The cosmological model in $ f(R,T^\phi) $ gravity with Scalar Field conformity

TL;DR

This paper explores a generalized $f(R,T^\phi)$ gravity model with a scalar field, showing a universe with no singularities, eternal expansion, moderate inflation, and late-time acceleration consistent with observations.

Contribution

It introduces a new $f(R,T^\phi)$ gravity model with a specific Hubble parameter parametrization, analyzing its physical features and observational consistency.

Findings

No space-time singularity in the model

Universe undergoes eternal expansion leading to Big Freeze

Model aligns with observational data like Hubble and supernovae datasets

Abstract

The homogeneous and isotropic cosmological model in generalized $ f(R,T^\phi) $ theories associated with scalar field is discussed, which is motivated by the $ f(R,T) $ theory of gravity studied by Harko et al. \cite{Harko:2011kv, Harko:2014pqa}. The $ f(R,T^\phi) $ gravity can be explained as $ f(R,T) $ gravity with a self-interacting scalar field $ \phi $, where $ T^\phi $ is the trace of the energy-momentum tensor.

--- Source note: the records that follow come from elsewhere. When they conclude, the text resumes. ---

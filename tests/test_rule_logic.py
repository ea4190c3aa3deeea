"""logic.pin-current: pins, port groups and the package against the part's own datasheet limits,
uneven sharing over paralleled pins, and coils switched from logic."""

from __future__ import annotations

from dataclasses import replace
from typing import Any

import pytest
from firstride_rules.logic.pin_current import RULE

from reviewer.engineering.pins import (
    allowed_current,
    even_share,
    pin_side_current,
    worst_group_current,
    worst_pin_current,
)
from reviewer.findings import Severity, Source
from reviewer.profile import Limit, Profile
from reviewer.session import default_profile
from reviewer.testing import rule_outputs, run_rule_on

PINS = ["P1", "P2", "P3", "P4", "P5", "P6", "P7", "P8", "P9", "P10"]


def _logic(loads: list[dict[str, Any]], **limits: Any) -> dict[str, Any]:
    logic: dict[str, Any] = {
        "pins": PINS,
        "pin_current_max": "40 mA",
        "total_current_max": "200 mA",
        "port_groups": [
            {"name": "BANK-A", "pins": ["P1", "P2", "P3", "P4"], "current_max": "100 mA"},
            {"name": "BANK-B", "pins": ["P5", "P6", "P7", "P8"], "current_max": "100 mA"},
        ],
        "loads": loads,
    }
    logic.update(limits)
    return {"logic": {k: v for k, v in logic.items() if v is not None}}


def _by_subject(data: dict[str, Any], profile: Profile | None = None) -> dict[str, Any]:
    findings = run_rule_on(RULE, data, profile)
    subjects = [f.subject for f in findings]
    assert len(subjects) == len(set(subjects)), "one finding per subject"
    return {f.subject: f for f in findings}


def _profile_with(key: str, value: float) -> Profile:
    profile = default_profile()
    limits = {**profile.limits, key: Limit(key, value, Source.common_practice("test profile"))}
    return replace(profile, limits=limits)


def _ma(finding: Any) -> float:
    return float(finding.measured.m_as("mA"))


# --- pure helpers -----------------------------------------------------------------------------


def test_relay_coil_over_three_outputs_is_twenty_milliamps_each() -> None:
    assert even_share(60.0, 3) == pytest.approx(20.0)  # common practice: 60 mA coil / 3 pins


def test_worst_pin_is_imbalance_times_even_share_capped_at_the_load() -> None:
    assert worst_pin_current(60.0, 3, 1.5) == pytest.approx(30.0)  # common practice: 1.5 x 20
    assert worst_pin_current(60.0, 2, 2.5) == pytest.approx(60.0)  # capped: 75 > the whole 60
    assert worst_pin_current(25.0, 1, 1.5) == pytest.approx(25.0)  # one pin carries it all


def test_worst_group_share() -> None:
    assert worst_group_current(60.0, 1, 3, 1.5) == pytest.approx(30.0)  # 1.5 x 60 x 1/3
    assert worst_group_current(60.0, 2, 3, 1.5) == pytest.approx(60.0)  # 1.5 x 40 capped at 60
    assert worst_group_current(60.0, 3, 3, 1.5) == pytest.approx(60.0)
    assert worst_group_current(60.0, 0, 3, 1.5) == 0.0
    with pytest.raises(ValueError):
        worst_group_current(60.0, 4, 3, 1.5)


def test_helpers_reject_nonsense() -> None:
    with pytest.raises(ValueError):
        worst_pin_current(60.0, 3, 0.8)  # an imbalance below 1 would be better than even
    with pytest.raises(ValueError):
        even_share(60.0, 0)
    with pytest.raises(ValueError):
        allowed_current(40.0, 1.5)


def test_allowed_current_is_a_fraction_of_the_absolute_maximum() -> None:
    assert allowed_current(40.0, 0.5) == pytest.approx(20.0)  # common practice: half of max


def test_pin_side_current_per_driver() -> None:
    assert pin_side_current(60.0, "pin", 10) == 60.0
    # from memory (Horowitz and Hill): saturated switch, base current about Ic / 10
    assert pin_side_current(60.0, "transistor", 10) == pytest.approx(6.0)
    assert pin_side_current(60.0, "mosfet", 10) == 0.0


# --- the rule ---------------------------------------------------------------------------------


def test_rule_identity() -> None:
    assert RULE.id == "logic.pin-current"
    assert "flyback" in RULE.doc
    assert RULE.sources


def test_relay_coil_spread_over_three_pins_is_flagged() -> None:
    coil = {"name": "brake relay coil", "pins": ["P1", "P2", "P3"], "current": "60 mA"}
    coil |= {"inductive": True, "flyback_diode": True, "driver": "pin"}
    found = _by_subject(_logic([coil]))
    load = found["load 'brake relay coil'"]
    # common practice: ~20 mA per output even share, but paralleled pins and a coil on pins
    assert load.severity is Severity.FIX
    assert "paralleled" in load.rationale
    assert "20 mA" in load.rationale and "30 mA" in load.rationale
    assert "MOSFET or NPN transistor" in (load.remedy or "")
    assert "flyback diode" in (load.remedy or "")
    for pin in ("P1", "P2", "P3"):
        finding = found[f"pin {pin}"]
        assert _ma(finding) == pytest.approx(30.0)  # 1.5 x 20 mA worst case
        assert finding.severity is Severity.FIX  # over 50 % of 40 mA, under 40 mA
        assert "20 mA" in (finding.remedy or "")
    assert found["port group BANK-A"].severity is Severity.PASS  # 60 mA <= 80 % of 100 mA
    assert _ma(found["package total"]) == pytest.approx(60.0)


def test_coil_without_flyback_diode_is_stop_whatever_drives_it() -> None:
    for driver in ("pin", "mosfet", "transistor"):
        coil = {"name": "horn relay", "pins": ["P9"], "current": "15 mA", "inductive": True}
        coil["driver"] = driver
        load = _by_subject(_logic([coil]))["load 'horn relay'"]
        assert load.severity is Severity.STOP, driver  # v = L di/dt at turn-off
        assert "flyback diode" in (load.remedy or "")


def test_per_pin_limit_pass_fix_stop() -> None:
    cases = [("15 mA", Severity.PASS), ("25 mA", Severity.FIX), ("45 mA", Severity.STOP)]
    for current, severity in cases:
        led = {"name": "tail lamp", "pins": ["P10"], "current": current}
        pin = _by_subject(_logic([led]))["pin P10"]
        assert pin.severity is severity, current  # 20 mA derated, 40 mA absolute maximum
        assert pin.limit.m_as("mA") == pytest.approx(20.0)
    assert "keep each pin at or below 20 mA" in (pin.remedy or "")
    assert "move 25 mA off pin P10" in (pin.remedy or "")


def test_port_group_limit() -> None:
    loads = [{"name": f"lamp {i}", "pins": [f"P{5 + i}"], "current": "18 mA"} for i in range(2)]
    data = _logic(loads)
    data["logic"]["port_groups"][1]["current_max"] = "40 mA"
    found = _by_subject(data)
    group = found["port group BANK-B"]
    assert _ma(group) == pytest.approx(36.0)
    assert group.severity is Severity.FIX  # 36 mA over 80 % of 40 mA = 32 mA
    assert "move 4 mA off port group BANK-B" in (group.remedy or "")
    assert found["pin P5"].severity is Severity.PASS  # 18 mA <= 20 mA
    data["logic"]["port_groups"][1]["current_max"] = "30 mA"
    assert _by_subject(data)["port group BANK-B"].severity is Severity.STOP  # 36 > 30 absolute


def test_load_on_two_port_groups_counts_uneven_sharing() -> None:
    bar = {"name": "light bar", "pins": ["P4", "P8"], "current": "30 mA", "inductive": False}
    data = _logic([bar])
    for group in data["logic"]["port_groups"]:
        group["current_max"] = "25 mA"
    found = _by_subject(data)
    for name in ("BANK-A", "BANK-B"):
        group = found[f"port group {name}"]
        # even share 15 mA would pass 20 mA; 1.5 x 15 = 22.5 mA does not
        assert _ma(group) == pytest.approx(22.5)
        assert group.severity is Severity.FIX
    assert found["load 'light bar'"].severity is Severity.ADVISE  # paralleled, not inductive


def test_package_total_limit() -> None:
    loads = [{"name": f"lamp {p}", "pins": [p], "current": "19 mA"} for p in PINS[:9]]
    found = _by_subject(_logic(loads))
    total = found["package total"]
    assert _ma(total) == pytest.approx(171.0)
    assert total.severity is Severity.FIX  # over 80 % of 200 mA = 160 mA
    assert "move 11 mA" in (total.remedy or "")
    found = _by_subject(_logic(loads, total_current_max="150 mA"))
    assert found["package total"].severity is Severity.STOP


def test_imbalance_comes_from_the_profile() -> None:
    bar = {"name": "light bar", "pins": ["P1", "P2"], "current": "36 mA"}
    even = _by_subject(_logic([bar]))["pin P1"]
    assert _ma(even) == pytest.approx(27.0)  # default profile 1.5 x 18 mA
    mild = _by_subject(_logic([bar]), _profile_with("logic.parallel_pin_imbalance", 1.1))
    assert _ma(mild["pin P1"]) == pytest.approx(19.8)  # 1.1 x 18 mA
    assert mild["pin P1"].severity is Severity.PASS
    harsh = _by_subject(_logic([bar]), _profile_with("logic.parallel_pin_imbalance", 3.0))
    assert _ma(harsh["pin P1"]) == pytest.approx(36.0)  # 3 x 18 = 54, capped at the 36 mA load


def test_pass_with_mosfet_driver_and_flyback_diode() -> None:
    coil = {"name": "brake relay coil", "pins": ["P1"], "current": "60 mA", "inductive": True}
    coil |= {"flyback_diode": True, "driver": "mosfet"}
    findings, _, assumptions = rule_outputs(RULE, _logic([coil]))
    assert findings and all(f.severity is Severity.PASS for f in findings)
    assert any("MOSFET gate" in a.text for a in assumptions)


def test_transistor_driver_counts_base_current() -> None:
    coil = {"name": "brake relay coil", "pins": ["P1"], "current": "60 mA", "inductive": True}
    coil |= {"flyback_diode": True, "driver": "transistor"}
    found = _by_subject(_logic([coil]))
    assert _ma(found["pin P1"]) == pytest.approx(6.0)  # from memory: Ic / 10
    assert found["load 'brake relay coil'"].severity is Severity.PASS


def test_missing_logic_section_is_unassessed() -> None:
    findings = run_rule_on(RULE, {})
    assert [f.severity for f in findings] == [Severity.UNASSESSED]
    assert set(findings[0].missing) == {
        "logic.loads",
        "logic.pin_current_max",
        "logic.total_current_max",
    }


def test_missing_limits_are_unassessed_and_named() -> None:
    led = {"name": "tail lamp", "pins": ["P10"], "current": "15 mA"}
    found = _by_subject(_logic([led], pin_current_max=None, total_current_max=None))
    assert found["each pin"].severity is Severity.UNASSESSED
    assert found["each pin"].missing == ("logic.pin_current_max",)
    assert found["package total"].missing == ("logic.total_current_max",)
    assert "pin P10" not in found


def test_no_loads_is_unassessed() -> None:
    findings = run_rule_on(RULE, _logic([]))
    assert [f.missing for f in findings] == [("logic.loads",)]


def test_a_board_said_absent_settles_the_pin_checks() -> None:
    findings = run_rule_on(RULE, {"logic": {"present": False}})
    assert [(f.subject, f.severity) for f in findings] == [("logic pins", Severity.PASS)]
    assert "no separate logic board" in findings[0].rationale


def test_a_load_of_unstated_inductance_is_never_passed_as_resistive() -> None:
    # Horowitz and Hill, The Art of Electronics (from memory): a coil switched off without a
    # flyback path spikes; a load that may be one is not passed until the build says
    lamp = {"name": "lamp", "pins": ["P2"], "current": "8 mA"}
    found = _by_subject(_logic([lamp]))["load 'lamp'"]
    assert found.severity is Severity.UNASSESSED
    assert found.missing == ("logic.loads[0].inductive",)
    said = _by_subject(_logic([{**lamp, "inductive": False}]))["load 'lamp'"]
    assert said.severity is Severity.PASS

The parametrization of Hubble parameter $ H(t) $ is taken as $ \alpha-\beta e^{-\gamma t} $, where $ \alpha $, $\beta$ and $\gamma$ are arbitrary constants such that $ \alpha, \gamma>0 $ and $ \beta<0 $. The model shows no space-time singularity and the expansion of the universe will continue forever, i.e., the future scenario of the universe attains Big Freeze. The model predicts the moderate inflationary scenario at the time of the evolution of the universe and it is consistent with $ \Lambda $CDM in late times. The consistency of the model has also been examined using recent observational Hubble dataset and supernovae dataset. Finally, the physical features of the model have been discussed in some detail.